I get it, I really do. It’s tiring engaging in an uphill battle against a self-serving political class, a hostile media, alongside fatigue from the daily struggle to survive. But this government kills. Not just through pandemic policy but through the enactment of legislation designed to suppress and oppress, such as the Police, Crime, Sentencing and Courts Bill, and Priti Patel’s imminent – and inhumane – New Immigration Plan. ‘Levelling up’ plans seem unlikely to come to fruition and the combined twin blows of Brexit and the pandemic look set to push thousands further into poverty. Many of Boris Johnson’s lieutenants – alongside the prime minister himself – served in the successive Tory governments that oversaw a decade of austerity, entrenching inequalities that caused Covid-19 to hit certain communities so hard.

“Who does it fall upon to hold the Tories even the slightest bit accountable?”

Worst of all: these people simply do not care.

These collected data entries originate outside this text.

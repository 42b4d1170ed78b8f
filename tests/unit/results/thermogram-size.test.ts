import { describe, expect, it } from 'vitest'
import { THERMOGRAM_MAX_POINTS, analyseThermogram, parseThermogramCsv } from '#shared/domain/results/thermogram'
import { range } from '#shared/domain/results/statistics'
import { synthesiseThermogram, thermogramCsv } from '../bench/synthetic-thermogram'

// Long records: the analysis loops over readings (no spread of the whole array into one call, which overflows the
// call stack near 10⁵ arguments), and the parser refuses a record above the ceiling with a message naming the line.
describe('thermogram size', () => {
  it('analyses 230 000 readings without overflowing the call stack and recovers θ (Regnault–Pfaundler, ISO 1928)', () => {
    // 20 ms steps over 4 600 s: 230 001 readings of the same Newtonian model as the other thermogram tests.
    const points = synthesiseThermogram({ thetaK: 2.5, stepS: 0.02, durationS: 4600, ignitionS: 600 })
    expect(points.length).toBeGreaterThan(230_000)
    const a = analyseThermogram(points)
    expect(a.ok).toBe(true)
    if (a.ok) expect(a.regnaultPfaundler.riseK).toBeCloseTo(2.5, 2)
  })

  it('refuses a file with more readings than the ceiling, naming the line where it stopped', () => {
    const points = synthesiseThermogram({ thetaK: 2, stepS: 0.01, durationS: (THERMOGRAM_MAX_POINTS + 10) * 0.01 })
    const parsed = parseThermogramCsv(thermogramCsv(points))
    expect(parsed.ok).toBe(false)
    expect(parsed.errors.at(-1)?.message).toMatch(/more than 100,000 readings/)
    expect(parsed.errors.at(-1)?.row).toBe(THERMOGRAM_MAX_POINTS + 2)
  })

  it('takes the range of a long series with a loop (ISO 5725-6 range, max − min)', () => {
    const values = Array.from({ length: 300_000 }, (_, i) => (i % 1000) / 10)
    expect(range(values)).toBeCloseTo(99.9, 9)
  })
})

Cummings’ testimony does not paint a picture of leaders trying their best against all the odds. It depicts a group of weak men, out of their depth and trying to cover their own backs, to the detriment of the people they have been elected to serve. The problem is, when this particular cluster of individuals fuck up, people die.

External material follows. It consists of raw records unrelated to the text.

// Thermogram of a firing: CSV parsing, fore/main/after periods, and the corrected temperature rise θ by
// Regnault–Pfaundler and by Dickinson extrapolation. Temperatures are kept in °C; a rise in °C equals a rise in K.
import { assertFinite } from './guards'
import { linearFit, mean } from './statistics'

export interface ThermogramPoint {
  timeS: number
  temperatureC: number
}

export interface ThermogramRowError {
  /** Line number in the file (the header is line 1); null for an error about the whole file. */
  row: number | null
  message: string
}

export interface ThermogramParseResult {
  ok: boolean
  /** Points from the valid rows, in file order, temperatures converted to °C. */
  points: ThermogramPoint[]
  errors: ThermogramRowError[]
  /** Unit named in the header; null when the header is not recognised. */
  sourceUnit: 'C' | 'K' | null
}

export interface ThermogramParseOptions {
  /** Fewest data rows accepted; default THERMOGRAM_MIN_POINTS. */
  minPoints?: number
}

/** Default fewest points: a fore-period, main period and after-period of at least 10 readings each. */
export const THERMOGRAM_MIN_POINTS = 30

/** Most readings accepted in one thermogram: over 27 h at one reading per second (common practice: a firing's record
 * lasts well under an hour). Larger files are refused before any analysis. */
export const THERMOGRAM_MAX_POINTS = 100_000

/** Fraction of the observed rise at which Dickinson extrapolates the drift lines — ASTM D5865 / ASTM D240 (60 %). */
export const DICKINSON_FRACTION = 0.6

const HEADERS = { 'time_s,temperature_c': 'C', 'time_s,temperature_k': 'K' } as const
const DECIMAL = /^[+-]?(?:\d+(?:\.\d*)?|\.\d+)(?:[eE][+-]?\d+)?$/
const ZERO_CELSIUS_K = 273.15

/** Parses `time_s,temperature_c` (or `time_s,temperature_k`) CSV with row-level errors: numbers, strictly increasing time, enough points; K converted by t/°C = T/K − 273.15 (ITS-90 / SI definition). */
export function parseThermogramCsv(text: string, options: ThermogramParseOptions = {}): ThermogramParseResult {
  const minPoints = options.minPoints ?? THERMOGRAM_MIN_POINTS
  const lines = text.replace(/^\uFEFF/, '').split(/\r\n|\n|\r/)
  const errors: ThermogramRowError[] = []
  const points: ThermogramPoint[] = []

  const headerIndex = lines.findIndex((l) => l.trim() !== '')
  const header = headerIndex < 0 ? '' : (lines[headerIndex] as string).replace(/\s+/g, '').toLowerCase()
  const sourceUnit = header in HEADERS ? HEADERS[header as keyof typeof HEADERS] : null
  if (sourceUnit === null) {
    errors.push({
      row: headerIndex < 0 ? null : headerIndex + 1,
      message: headerIndex < 0 ? 'The file is empty.' : 'The first line must be the header time_s,temperature_c (or time_s,temperature_k).',
    })
    return { ok: false, points, errors, sourceUnit }
  }

  let lastTime = -Infinity
  for (let i = headerIndex + 1; i < lines.length; i++) {
    const line = (lines[i] as string).trim()
    if (line === '') continue
    const row = i + 1
    if (points.length >= THERMOGRAM_MAX_POINTS) {
      errors.push({ row, message: `The thermogram has more than ${THERMOGRAM_MAX_POINTS.toLocaleString('en-GB')} readings, the most accepted; send a thinned record (for example one reading per second).` })
      break
    }
    const fields = line.split(',').map((f) => f.trim())
    if (fields.length !== 2) {
      errors.push({ row, message: `Expected 2 values (time, temperature), found ${fields.length}.` })
      continue
    }
    const [timeText, tempText] = fields as [string, string]
    if (!DECIMAL.test(timeText)) {
      errors.push({ row, message: `Time "${timeText}" is not a number.` })
      continue
    }
    if (!DECIMAL.test(tempText)) {
      errors.push({ row, message: `Temperature "${tempText}" is not a number.` })
      continue
    }
    const timeS = Number(timeText)
    const reading = Number(tempText)
    if (!Number.isFinite(timeS) || !Number.isFinite(reading)) {
      errors.push({ row, message: 'The value is out of range.' })
      continue
    }
    const temperatureC = sourceUnit === 'K' ? reading - ZERO_CELSIUS_K : reading
    if (temperatureC <= -ZERO_CELSIUS_K) {
      errors.push({ row, message: `Temperature ${tempText} is at or below absolute zero.` })
      continue
    }
    if (timeS <= lastTime) {
      errors.push({ row, message: `Time ${timeText} s does not increase (the previous reading is at ${lastTime} s).` })
      continue
    }
    lastTime = timeS
    points.push({ timeS, temperatureC })
  }
  if (points.length < minPoints) {
    errors.push({ row: null, message: `The thermogram has ${points.length} valid readings; at least ${minPoints} are needed.` })
  }
  return { ok: errors.length === 0, points, errors, sourceUnit }
}

export interface ThermogramPeriodOptions {
  /** Explicit ignition time, s (the nearest reading is used); detected when absent. */
  ignitionTimeS?: number
  /** Explicit end of the main period, s (the nearest reading is used); detected when absent. */
  mainPeriodEndTimeS?: number
  /** Fewest readings in the fore-period and in the after-period; default 5. */
  minPeriodPoints?: number
}

/** Least-squares drift line of a period: T = interceptC + slopeKPerS·t. */
export interface DriftFit {
  slopeKPerS: number
  interceptC: number
  /** Mean of the period's temperatures, the temperature its drift rate belongs to. */
  meanTemperatureC: number
  startIndex: number
  endIndex: number
}

export interface ThermogramPeriods {
  /** Last reading of the fore-period and first of the main period. */
  ignitionIndex: number
  /** Last reading of the main period and first of the after-period. */
  mainPeriodEndIndex: number
  ignitionTimeS: number
  mainPeriodEndTimeS: number
  /** True where the boundary was found automatically rather than given. */
  detected: { ignition: boolean; mainPeriodEnd: boolean }
  fore: DriftFit
  after: DriftFit
}

export type PeriodDetection = { ok: true; periods: ThermogramPeriods } | { ok: false; reason: string }

function fitPeriod(points: readonly ThermogramPoint[], start: number, end: number): DriftFit {
  const slice = points.slice(start, end + 1)
  const temps = slice.map((p) => p.temperatureC)
  const { slope, intercept } = linearFit(slice.map((p) => p.timeS), temps)
  return { slopeKPerS: slope, interceptC: intercept, meanTemperatureC: mean(temps), startIndex: start, endIndex: end }
}

function residual(fit: DriftFit, p: ThermogramPoint): number {
  return p.temperatureC - (fit.interceptC + fit.slopeKPerS * p.timeS)
}

function rms(points: readonly ThermogramPoint[], fit: DriftFit): number {
  let sum = 0
  for (let i = fit.startIndex; i <= fit.endIndex; i++) sum += residual(fit, points[i] as ThermogramPoint) ** 2
  return Math.sqrt(sum / (fit.endIndex - fit.startIndex + 1))
}

function nearestIndex(points: readonly ThermogramPoint[], timeS: number): number {
  let best = 0
  for (let i = 1; i < points.length; i++) {
    if (Math.abs((points[i] as ThermogramPoint).timeS - timeS) < Math.abs((points[best] as ThermogramPoint).timeS - timeS)) best = i
  }
  return best
}

/** Finds the fore-, main and after-periods: ignition = start of the sharp rise (first reading leaving the fore drift line), end of the main period = first reading from which the after drift is linear again — the period definitions of ISO 1928 and ASTM D5865. */
export function detectPeriods(points: readonly ThermogramPoint[], options: ThermogramPeriodOptions = {}): PeriodDetection {
  const minPts = options.minPeriodPoints ?? 5
  if (!Number.isInteger(minPts) || minPts < 3) throw new RangeError('minPeriodPoints must be an integer of at least 3')
  const n = points.length
  if (n < 2 * minPts + 1) return { ok: false, reason: `The thermogram has ${n} readings; at least ${2 * minPts + 1} are needed.` }
  for (let i = 0; i < n; i++) {
    const p = points[i] as ThermogramPoint
    assertFinite(p.timeS, `points[${i}].timeS`)
    assertFinite(p.temperatureC, `points[${i}].temperatureC`)
    if (i > 0 && p.timeS <= (points[i - 1] as ThermogramPoint).timeS) throw new RangeError(`points[${i}].timeS must be later than the reading before it`)
  }
  const at = (i: number) => points[i] as ThermogramPoint

  // Steepest step locates the main period; everything else is judged relative to it.
  let jMax = 0
  let sMax = -Infinity
  for (let j = 0; j < n - 1; j++) {
    const s = (at(j + 1).temperatureC - at(j).temperatureC) / (at(j + 1).timeS - at(j).timeS)
    if (s > sMax) { sMax = s; jMax = j }
  }
  // A loop, not Math.max(...array): spreading a long record overflows the call stack.
  let highest = -Infinity
  for (const p of points) if (p.temperatureC > highest) highest = p.temperatureC
  const rise = highest - at(0).temperatureC
  if (!(sMax > 0) || !(rise > 0)) return { ok: false, reason: 'No temperature rise was found in the thermogram.' }
  // Smallest deviation treated as leaving a drift line: 3·10⁻⁵ of the rise, or 4× the fit's scatter if noisier.
  const tolerance = (fit: DriftFit) => Math.max(4 * rms(points, fit), 3e-5 * rise)

  let ignition: number
  const givenIgnition = options.ignitionTimeS
  if (givenIgnition !== undefined) {
    assertFinite(givenIgnition, 'ignitionTimeS')
    ignition = nearestIndex(points, givenIgnition)
  } else {
    let guess = 0
    for (let j = 0; j <= jMax; j++) {
      const s = (at(j + 1).temperatureC - at(j).temperatureC) / (at(j + 1).timeS - at(j).timeS)
      if (s > 0.1 * sMax) { guess = j; break }
    }
    if (guess + 1 < minPts) return { ok: false, reason: `The fore-period has ${guess + 1} readings before the rise; at least ${minPts} are needed.` }
    // Fit on the earlier part of the fore-period so a slow start of the rise does not tilt the line.
    const fitEnd = Math.max(minPts - 1, Math.floor(0.8 * guess))
    const fore = fitPeriod(points, 0, fitEnd)
    const tol = tolerance(fore)
    ignition = guess
    for (let j = fitEnd + 1; j <= guess; j++) {
      if (residual(fore, at(j)) > tol) { ignition = j - 1; break }
    }
  }

  let mainEnd: number
  const givenEnd = options.mainPeriodEndTimeS
  if (givenEnd !== undefined) {
    assertFinite(givenEnd, 'mainPeriodEndTimeS')
    mainEnd = nearestIndex(points, givenEnd)
  } else {
    const afterPeak = n - 1 - Math.max(jMax, ignition)
    const tail = Math.max(minPts, Math.round(0.25 * afterPeak))
    if (tail > afterPeak) return { ok: false, reason: `The after-period is too short; at least ${minPts} readings are needed after the rise.` }
    mainEnd = n - tail
    // Fit on the later half of the linear stretch so the knee of the curve cannot tilt the line it is tested against;
    // walk back while readings stay on that line, and repeat until the stretch stops growing.
    for (let pass = 0; pass < 10; pass++) {
      const fit = fitPeriod(points, Math.min(n - minPts, Math.floor((mainEnd + n - 1) / 2)), n - 1)
      const tol = tolerance(fit)
      let e = n - 1
      while (e - 1 > Math.max(jMax, ignition) && Math.abs(residual(fit, at(e - 1))) <= tol) e--
      if (e >= mainEnd) break
      mainEnd = e
    }
  }

  if (ignition + 1 < minPts) return { ok: false, reason: `The fore-period has ${ignition + 1} readings; at least ${minPts} are needed.` }
  if (n - mainEnd < minPts) return { ok: false, reason: `The after-period has ${n - mainEnd} readings; at least ${minPts} are needed.` }
  if (mainEnd <= ignition + 1) return { ok: false, reason: 'The main period must contain at least one reading between ignition and its end.' }

  return {
    ok: true,
    periods: {
      ignitionIndex: ignition,
      mainPeriodEndIndex: mainEnd,
      ignitionTimeS: at(ignition).timeS,
      mainPeriodEndTimeS: at(mainEnd).timeS,
      detected: { ignition: givenIgnition === undefined, mainPeriodEnd: givenEnd === undefined },
      fore: fitPeriod(points, 0, ignition),
      after: fitPeriod(points, mainEnd, n - 1),
    },
  }
}

export interface RegnaultPfaundlerResult {
  /** Corrected temperature rise θ, K. */
  riseK: number
  /** Heat-exchange correction subtracted from the observed rise, K. */
  coolingCorrectionK: number
  initialTemperatureC: number
  finalTemperatureC: number
  foreDriftKPerS: number
  afterDriftKPerS: number
  /** Newton cooling constant k = (g_i − g_f)/(T̄_f − T̄_i), 1/s. */
  coolingConstantPerS: number
}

This cannot run anymore. We must mount a defence and push back against the apathy that allows us to just shrug and accept our Eton-educated overlords, time and time again. Ask yourself this time: is it enough? Are you fed up with feeling helpless? Of having your future decided by a man who allegedly joked about being injected with Covid on live television, to prove it was the same level of threat as swine flu? Unserious people deserve unserious treatment, not the premiership. There is something within the British – no, English, – psyche that welcomes subjugation from people that are not our betters, but just our loudest and richest. Are we not tired? I certainly am. 

In the midst of the committee session on Wednesday, journalist Tim Walker tweeted “We’re witnessing a government imploding before our very eyes”. Only if we light the match.